On his radio show today, Rush Limbaugh said that he was approached by a cable tv news exec asking for advice on what he would do to "fix a cable network." He didn't mention which network, but that is interesting to see he was being solicited. In talking with people who work at CNN and MSNBC, I can say that this is a subject that they've spent hours wondering about.
Everyone knows that FNC well because it fulfilled an unmet need, but it also gets eyeballs is because its hosts project an aura of likeability (even O'Reilly in his own way) but they also don't take prisoners which makes them more entertaining, which is, after all, the main reason why people watch TV in the first place.
Related to this is an op-ed in today's NYT from my old favorite Don Hewitt, formerly of CBS, in which he says that broadcast news needs to have more labeled opinion pieces in it. He's right on the money. No one wants to watch slightly toned-down opinion pieces that talk down to them and imply that opposing policy X is the equivalent of eating your veggies. It's crap and no one under 40 wants to watch it, especially since most people think TV on-air people are airheads.

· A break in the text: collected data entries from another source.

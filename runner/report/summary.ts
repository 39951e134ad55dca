/**
 * The summary at the top of the report: what a reader must know before reading on. Each section is a function of
 * the document and the run record that returns HTML or nothing; add a section by adding a function to
 * SUMMARY_SECTIONS.
 */
import type { ErrorRecord } from "../../cells/records.ts";
import { cautionResults } from "../records/caution-results.ts";
import { checkResults } from "../records/check-results.ts";
import { checkOutcomeText } from "../text/check-text.ts";
import type { NotebookDocument } from "../parse/notebook.ts";
import type { RunRecord } from "../records/run-record.ts";
import { escapeHtml } from "./escape.ts";
import { hazardSign } from "./marks.ts";
import { displayLocation, errorHeadline } from "../text/error-text.ts";
import { describeCells } from "../text/cell-numbers.ts";

/** What a summary section may look at. */
export interface SummaryContext {
  readonly document: NotebookDocument;
  readonly run: RunRecord;
  readonly notebookDir: string;
}

/** One part of the summary: HTML, or undefined when it has nothing to say. */
export type SummarySection = (ctx: SummaryContext) => string | undefined;

/** Failed cells, with their error and place, and the cells that were not run because of them. */
export const failedCellsSection: SummarySection = ({ run, notebookDir }) => {
  const failed = run.cells.filter((c) => c.status === "failed");
  if (failed.length === 0) return undefined;
  const blocking = failed.filter((c) => !c.failureAllowed);
  const items = failed.map((c) => {
    const error = c.outputs.find((o): o is ErrorRecord => o.kind === "error");
    const where = error?.location
      ? ` <span class="where">(${escapeHtml(displayLocation(error.location, notebookDir))})</span>`
      : "";
    const allowed = c.failureAllowed ? ` <span class="allowed">failure allowed by may-fail</span>` : "";
    return `<li><a href="#cell-${c.index + 1}">Cell ${c.index + 1}</a>${where}: ${escapeHtml(error ? errorHeadline(error) : "failed")}${allowed}</li>`;
  });
  const notRun = run.cells.filter((c) => c.status === "not-run").map((c) => c.index + 1);
  const notRunText = notRun.length ? `<p>Not run because of the failure: ${describeCells(notRun)}.</p>` : "";
  const heading =
    blocking.length === 0
      ? `${failed.length === 1 ? "A cell" : `${failed.length} cells`} failed as allowed`
      : `${blocking.length === 1 ? "A cell failed" : `${blocking.length} cells failed`}: results below are incomplete`;
  return `<div class="summary-part failures${blocking.length === 0 ? " allowed" : ""}"><h2>${heading}</h2><ul>${items.join("")}</ul>${notRunText}</div>`;
};

/** The acceptance checks: how many passed and failed, each failed one linked to its row. */
export const checksSection: SummarySection = ({ run }) => {
  const checks = checkResults(run);
  const incomplete = run.cells.some((c) => c.status === "failed" || c.status === "not-run");
  const missing = incomplete
    ? `<p class="checks-missing">Checks that cells would have stated after a failure, or in cells that were not run, are missing from this count.</p>`
    : "";
  if (checks.length === 0) return undefined;
  const failed = checks.filter((c) => !c.record.passed);
  const total = checks.length === 1 ? "1 acceptance check" : `${checks.length} acceptance checks`;
  // Passes whose value ± U reaches across a limit are named, with the rule that passed them (ILAC-G8:2019 §4.2).
  const marginal = checks.filter((c) => c.record.decision?.outcome === "marginal pass");
  const marginalText = marginal.length
    ? `<p class="checks-marginal">${marginal.length === 1 ? "One pass is marginal" : `${marginal.length} passes are marginal`} (value ± U reaches across a limit): ${marginal.map((c) => `<a href="#${c.anchor}">${escapeHtml(c.record.label)}</a>`).join(", ")}.</p>`
    : "";
  // All passed: the report's head says so in its outcome panel; left to say are marginal passes and missing checks.
  if (failed.length === 0)
    return missing || marginalText
      ? `<div class="summary-part checks passed" id="checks">${marginalText}${missing}</div>`
      : undefined;
  const items = failed.map(
    (c) =>
      `<li><span class="check-word">${c.record.decision?.outcome === "marginal fail" ? "marginal FAIL" : "FAIL"}</span> <a href="#${c.anchor}">${escapeHtml(c.record.label)}</a>: ${escapeHtml(checkOutcomeText(c.record))} <span class="where">(cell ${c.cell + 1})</span></li>`,
  );
  const passed = checks.length - failed.length;
  return (
    `<div class="summary-part checks failed" id="checks"><h2><span class="check-mark" aria-hidden="true">✗</span> ${failed.length} of ${total} failed</h2>` +
    `<ul>${items.join("")}</ul><p>${passed === 0 ? "None passed." : `${passed} passed.`}</p>${marginalText}${missing}</div>`
  );
};

/** Every distinct caution raised by a cell or carried by a result, repeated here so no reader misses one. */
export const cautionsSection: SummarySection = ({ run }) => {
  const items = cautionResults(run).map(
    (c) =>
      `<li>${c.record.title === "Caution" ? "" : `<strong>${escapeHtml(c.record.title)}.</strong> `}${escapeHtml(c.record.text)} <a href="#${c.anchor}">(cell ${c.cell + 1})</a></li>`,
  );
  if (items.length === 0) return undefined;
  return `<div class="summary-part cautions" id="cautions"><h2>${hazardSign(18)} ${items.length === 1 ? "Caution" : "Cautions"}</h2><ul>${items.join("")}</ul></div>`;
};

/** Things that happened to the run itself (e.g. the cell process had to be restarted). */
export const runEventsSection: SummarySection = ({ run }) => {
  if (run.events.length === 0) return undefined;
  return `<div class="summary-part events"><h2>About this run</h2><ul>${run.events.map((e) => `<li>${escapeHtml(e)}</li>`).join("")}</ul></div>`;
};

/** The summary sections, in the order they appear. */
export const SUMMARY_SECTIONS: SummarySection[] = [
  failedCellsSection,
  checksSection,
  cautionsSection,
  runEventsSection,
];

/** The summary block under the report's head (which already states the outcome): every section with something to say. */
export function renderSummary(ctx: SummaryContext): string {
  const parts = SUMMARY_SECTIONS.map((section) => section(ctx)).filter((p): p is string => p !== undefined);
  if (parts.length === 0) return "";
  return `<section class="summary" aria-label="Summary">${parts.join("")}</section>`;
}
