/**
 * The report's head, designed as the first lines of a lab record: a small line saying what kind of record it is,
 * the title, then the outcome (acceptance checks, failed cells, cautions) as the largest element after the title,
 * then who prepared it, when, and how it was computed, in sentences rather than a grid of labels. The marks are
 * drawn here as inline SVG (no icon set, no font glyphs), so they print the same everywhere.
 */
import path from "node:path";
import type { NotebookDocument } from "../parse/notebook.ts";
import type { RunRecord } from "../records/run-record.ts";
import { cautionResults } from "../records/caution-results.ts";
import { checkResults, countChecks } from "../records/check-results.ts";
import { formatDuration } from "../text/duration.ts";
import { escapeHtml } from "./escape.ts";
import { hazardSign, outcomeMark, type OutcomeKind } from "./marks.ts";

/** The outcome of a run in words: a headline and the lines under it. */
export interface Outcome {
  readonly kind: OutcomeKind;
  readonly headline: string;
  /** HTML lines under the headline (already escaped). */
  readonly lines: readonly string[];
}

/** What the run came to, as the head states it. */
export function runOutcome(run: RunRecord): Outcome {
  const counts = countChecks(run);
  const total = counts.passed + counts.failed;
  const failedCells = run.cells.filter((c) => c.status === "failed");
  const blocking = failedCells.filter((c) => !c.failureAllowed);
  const ran = run.cells.filter((c) => c.status === "ok" || c.status === "failed").length;
  const lines: string[] = [];
  let kind: OutcomeKind;
  let headline: string;
  const checks = (n: number) => (n === 1 ? "1 acceptance check" : `${n} acceptance checks`);
  if (counts.failed > 0) {
    kind = "fail";
    headline = `${counts.failed} of ${checks(total)} failed`;
  } else if (blocking.length > 0) {
    kind = "incomplete";
    headline = `${blocking.length === 1 ? "A cell failed" : `${blocking.length} cells failed`}: the results are incomplete`;
  } else if (total > 0) {
    kind = "pass";
    headline = total === 1 ? "The acceptance check passed" : `All ${checks(total)} passed`;
  } else {
    kind = "none";
    headline = "No acceptance checks were stated";
  }
  if (total > 0 && blocking.length > 0 && counts.failed > 0) {
    lines.push(
      escapeHtml(
        `${blocking.length === 1 ? "A cell failed" : `${blocking.length} cells failed`}, so the results are incomplete.`,
      ),
    );
  } else if (total > 0 && blocking.length > 0) {
    lines.push(escapeHtml(`The ${checks(total)} stated before the failure passed.`));
  }
  if (failedCells.length === 0) {
    lines.push(
      escapeHtml(
        ran === 0
          ? "No cells to run."
          : `${ran === 1 ? "The 1 cell" : `All ${ran} cells`} ran without error.`,
      ),
    );
  } else if (blocking.length === 0) {
    lines.push(
      escapeHtml(
        `${failedCells.length === 1 ? "A cell" : `${failedCells.length} cells`} failed as the notebook allows.`,
      ),
    );
  }
  const first = checkResults(run).find((c) => counts.failed === 0 || !c.record.passed);
  if (first)
    lines.push(
      `<a href="${counts.failed ? "#checks" : `#${first.anchor}`}">${counts.failed ? "The failed checks are listed below" : "See the checks"}.</a>`,
    );
  return { kind, headline, lines };
}

/** The head of a report: kind of record, title, outcome panel, then who, when and how in sentences. */
export function renderRecordHead(document: NotebookDocument, run: RunRecord, title: string): string {
  const fm = document.frontMatter;
  const outcome = runOutcome(run);
  const cautions = cautionResults(run).length;
  const cautionLine =
    cautions === 0
      ? ""
      : `<p class="outcome-caution" role="note">${hazardSign(20)}<span>This report contains ${cautions === 1 ? "a caution" : `${cautions} cautions`} about the use of its results: <a href="#cautions">read ${cautions === 1 ? "it" : "them"} first</a>.</span></p>`;
  const outcomePanel =
    `<div class="outcome outcome-${outcome.kind}${cautions ? " with-caution" : ""}">` +
    `<div class="outcome-main">${outcomeMark(outcome.kind)}<div><p class="outcome-headline">${escapeHtml(outcome.headline)}</p>` +
    `<p class="outcome-lines">${outcome.lines.join(" ")}</p></div></div>${cautionLine}</div>`;

  const facts: string[] = [];
  // A reproducible report carries no wall-clock value: only the date the notebook itself states.
  const date = fm.date ?? (run.reproducible ? undefined : run.startedAt.slice(0, 10));
  if (fm.author || date) {
    facts.push(
      `<p>${fm.author ? `Prepared by ${escapeHtml(fm.author)}` : "Dated"}${date ? `${fm.author ? ", dated " : " "}<time>${escapeHtml(date)}</time>` : ""}.</p>`,
    );
  }
  if (run.batch) {
    const value = String(run.inputs[run.batch.input]);
    facts.push(
      `<p>Data file <code>${escapeHtml(value)}</code>, run ${run.batch.position} of ${run.batch.count} of this notebook (<a href="index.html">all runs</a>).</p>`,
    );
  }
  const ran = run.cells.filter((c) => c.status === "ok" || c.status === "failed").length;
  const cells = ran === 1 ? "1 cell" : `${ran} cells`;
  const how = run.reproducible
    ? `${cells}; a reproducible report`
    : `${cells} in ${formatDuration(run.durationMs)}`;
  facts.push(
    `<p>Computed from <code>${escapeHtml(path.basename(document.path))}</code> by ${escapeHtml(`${run.tool.name} ${run.tool.version}`)} (${escapeHtml(how)}).</p>`,
  );
  return (
    `<header class="record-head"><p class="record-kind">Lab record</p><h1>${escapeHtml(title)}</h1>` +
    `${outcomePanel}<div class="record-facts">${facts.join("")}</div></header>`
  );
}
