/**
 * The index page of a batch: one self-contained HTML page in the reports' style that lists every run (its data
 * file linked to its report, cell status, acceptance checks, cautions), a summary at the top, and the batch's
 * provenance (notebook and data file SHA-256, versions, the pattern). Written from the batch record only.
 */
import fs from "node:fs";
import path from "node:path";
import { fileURLToPath } from "node:url";
import { batchResults, type BatchEntry, type BatchRecord } from "../batch/batch-index.ts";
import { batchResultsScript } from "./results-file.ts";
import { EXIT } from "../shared/exit-codes.ts";
import { escapeHtml } from "./escape.ts";
import { describeCells } from "../text/cell-numbers.ts";

const here = path.dirname(fileURLToPath(import.meta.url));
const CSS = fs.readFileSync(path.join(here, "report.css"), "utf8");

/** The index page HTML. */
export function renderBatchIndex(batch: BatchRecord): string {
  const n = batch.entries.length;
  const runs = (k: number) => (k === 1 ? "1 run" : `${k} runs`);
  const passed = batch.entries.filter((e) => e.exit === EXIT.ok);
  const checkFailed = batch.entries.filter((e) => e.exit === EXIT.checkFailed);
  const cellFailed = batch.entries.filter((e) => e.exit === EXIT.notebookFailed);
  const unwritten = batch.entries.filter((e) => e.exit === EXIT.internal);
  const withCautions = batch.entries.filter((e) => e.cautions > 0).length;

  const shard = batch.shard
    ? ` This folder is shard ${batch.shard.index} of ${batch.shard.of} of a batch of ${batch.count} data files (merge the shard folders with <code>tristim collate</code>).`
    : "";
  const made = `Computed from <code>${escapeHtml(path.basename(batch.notebook.path))}</code> by ${escapeHtml(`${batch.tool.name} ${batch.tool.version}`)}, ${n === 1 ? "1 run" : `${n} runs`}, one per data file${batch.reproducible ? "" : `, on <time>${escapeHtml(batch.startedAt.slice(0, 10))}</time>`}.${shard}`;

  const parts: string[] = [];
  if (passed.length === n) {
    parts.push(
      `<div class="summary-part checks passed"><h2><span class="check-mark" aria-hidden="true">✓</span> All ${runs(n)} ran without error and passed every acceptance check</h2></div>`,
    );
  } else {
    const lines: string[] = [];
    if (cellFailed.length)
      lines.push(
        `<li><span class="check-word">FAIL</span> ${runs(cellFailed.length)} with a failed cell: ${linkList(cellFailed)}</li>`,
      );
    if (checkFailed.length)
      lines.push(
        `<li><span class="check-word">FAIL</span> ${runs(checkFailed.length)} with failed acceptance checks: ${linkList(checkFailed)}</li>`,
      );
    if (unwritten.length)
      lines.push(
        `<li><span class="check-word">FAIL</span> ${runs(unwritten.length)} whose report could not be written: ${unwritten.map((e) => escapeHtml(e.dataFile)).join(", ")}</li>`,
      );
    parts.push(
      `<div class="summary-part checks failed"><h2><span class="check-mark" aria-hidden="true">✗</span> ${n - passed.length} of ${runs(n)} did not pass</h2><ul>${lines.join("")}</ul>` +
        `<p>${passed.length === 0 ? "No run passed." : `${runs(passed.length)} ran without error and passed every check.`}</p></div>`,
    );
  }
  if (withCautions > 0) {
    parts.push(
      `<div class="summary-part cautions"><h2>${withCautions === n ? "Every report contains" : `${runs(withCautions)} of ${n} contain`} cautions about the use of the results</h2><p>Read them at the top of each report before using its results.</p></div>`,
    );
  }

  const rows = batch.entries
    .map((e, i) => {
      const result =
        e.exit === EXIT.ok
          ? `<td class="check-result"><span class="check-mark" aria-hidden="true">✓</span> pass</td>`
          : `<td class="check-result"><span class="check-mark" aria-hidden="true">✗</span> ${e.exit === EXIT.checkFailed ? "FAIL" : e.exit === EXIT.notebookFailed ? "ERROR" : "NOT WRITTEN"}</td>`;
      const file = e.report
        ? `<a href="${escapeHtml(encodeURIComponent(e.report))}">${escapeHtml(e.dataFile)}</a>`
        : escapeHtml(e.dataFile);
      const cells = e.cells.failed.length
        ? `${describeCells(e.cells.failed.map((c) => c + 1))} failed${e.cells.notRun ? `; ${e.cells.notRun} not run` : ""}`
        : `${e.cells.ran === 1 ? "1 cell" : `${e.cells.ran} cells`} ran`;
      const totalChecks = e.checks.passed + e.checks.failed;
      const shownLabels = e.failedChecks.slice(0, 3).map(escapeHtml).join("; ");
      const more = e.failedChecks.length > 3 ? `; and ${e.failedChecks.length - 3} more` : "";
      const checks =
        totalChecks === 0
          ? `<span class="muted">none</span>`
          : e.checks.failed === 0
            ? `${totalChecks} passed`
            : `<strong>${e.checks.failed} of ${totalChecks} failed</strong><span class="check-detail">${shownLabels}${more}</span>`;
      const cautions = e.cautions === 0 ? `<span class="muted">none</span>` : `${e.cautions}`;
      return (
        `<tr class="check ${e.exit === EXIT.ok ? "check-pass" : "check-fail"}" id="run-${i + 1}">${result}<td class="num">${i + 1}</td>` +
        `<td class="index-file">${file}</td><td>${cells}</td><td>${checks}</td><td class="num">${cautions}</td></tr>`
      );
    })
    .join("");

  const files = batch.entries
    .map(
      (e) =>
        `<tr><td class="file-path">${escapeHtml(e.dataFile)}</td><td><code class="hash">${escapeHtml(e.sha256)}</code></td></tr>`,
    )
    .join("");
  const facts: [string, string][] = [
    [
      "Notebook",
      `${escapeHtml(path.basename(batch.notebook.path))}<br><code class="hash">SHA-256 ${escapeHtml(batch.notebook.sha256)}</code>`,
    ],
    [
      "Batch",
      `<code>--each ${escapeHtml(batch.input)}=${escapeHtml(batch.pattern)}</code>: each matching file was bound to the input <code>${escapeHtml(batch.input)}</code> for one run`,
    ],
    [
      "Software",
      `${escapeHtml(batch.tool.name)} ${escapeHtml(batch.tool.version)}<br>Node.js ${escapeHtml(batch.node)} (${escapeHtml(batch.platform)})`,
    ],
    batch.reproducible
      ? ["Date", "left out: reproducible index (<code>--reproducible</code>)"]
      : ["Batch started", escapeHtml(batch.startedAt.replace("T", " ").replace(/\.\d+Z$/, " UTC"))],
  ];

  return (
    `<!doctype html>
<html lang="en">
<head>
<meta charset="utf-8">
<meta name="viewport" content="width=device-width, initial-scale=1">
<meta name="generator" content="${escapeHtml(`${batch.tool.name} ${batch.tool.version}`)}">
<title>${escapeHtml(`${batch.notebook.title} — ${runs(n)}`)}</title>
<style>${CSS}</style>
</head>
<body>
<main class="report batch-index">
<header class="record-head"><p class="record-kind">Index of lab records</p><h1>${escapeHtml(batch.notebook.title)}</h1>
<div class="record-facts"><p>${made}</p></div></header>
<section class="summary" aria-label="Summary">${parts.join("")}</section>
<h2 id="runs">Runs</h2>
<div class="table-scroll"><table class="checks index-table"><thead><tr><th scope="col">Result</th><th scope="col" class="num">Run</th><th scope="col">Data file</th>` +
    `<th scope="col">Cells</th><th scope="col">Acceptance checks</th><th scope="col" class="num">Cautions</th></tr></thead><tbody>${rows}</tbody></table></div>
<p class="section-note">Each data file links to its report. Paths are relative to the notebook's folder.</p>
<section class="run-details" id="provenance"><h2>Provenance</h2>
<p class="section-note">Each report has its own provenance appendix; this records the batch. A SHA-256 identifies the exact bytes of a file.</p>
<dl class="facts">${facts.map(([k, v]) => `<dt>${k}</dt><dd>${v}</dd>`).join("")}</dl>
<h3>Data files</h3><div class="table-scroll"><table class="compact files-read"><thead><tr><th>File</th><th>SHA-256 before its run</th></tr></thead><tbody>${files}</tbody></table></div>
</section>
<footer class="report-footer">Made with ${escapeHtml(batch.tool.name)} ${escapeHtml(batch.tool.version)} from ${escapeHtml(path.basename(batch.notebook.path))}.</footer>
</main>
${batchResultsScript(batchResults(batch))}
</body>
</html>
`
  );
}

function linkList(entries: readonly BatchEntry[]): string {
  return entries
    .map((e) =>
      e.report
        ? `<a href="${escapeHtml(encodeURIComponent(e.report))}">${escapeHtml(e.dataFile)}</a>`
        : escapeHtml(e.dataFile),
    )
    .join(", ");
}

Of course, any such effort in order to be successful needs to be both interesting and have opposing points of view. In the past, CBS tried boring balance (Remember those Clinton v. Dole segments on "60?" Neither do I.), and bombasticism (Bill Moyers). Neither went very well with the viewers. What such segments would entail would be to get people like Mark Steyn or James Wolcott to come on in solo commentaries without the dog-and-pony show "debates."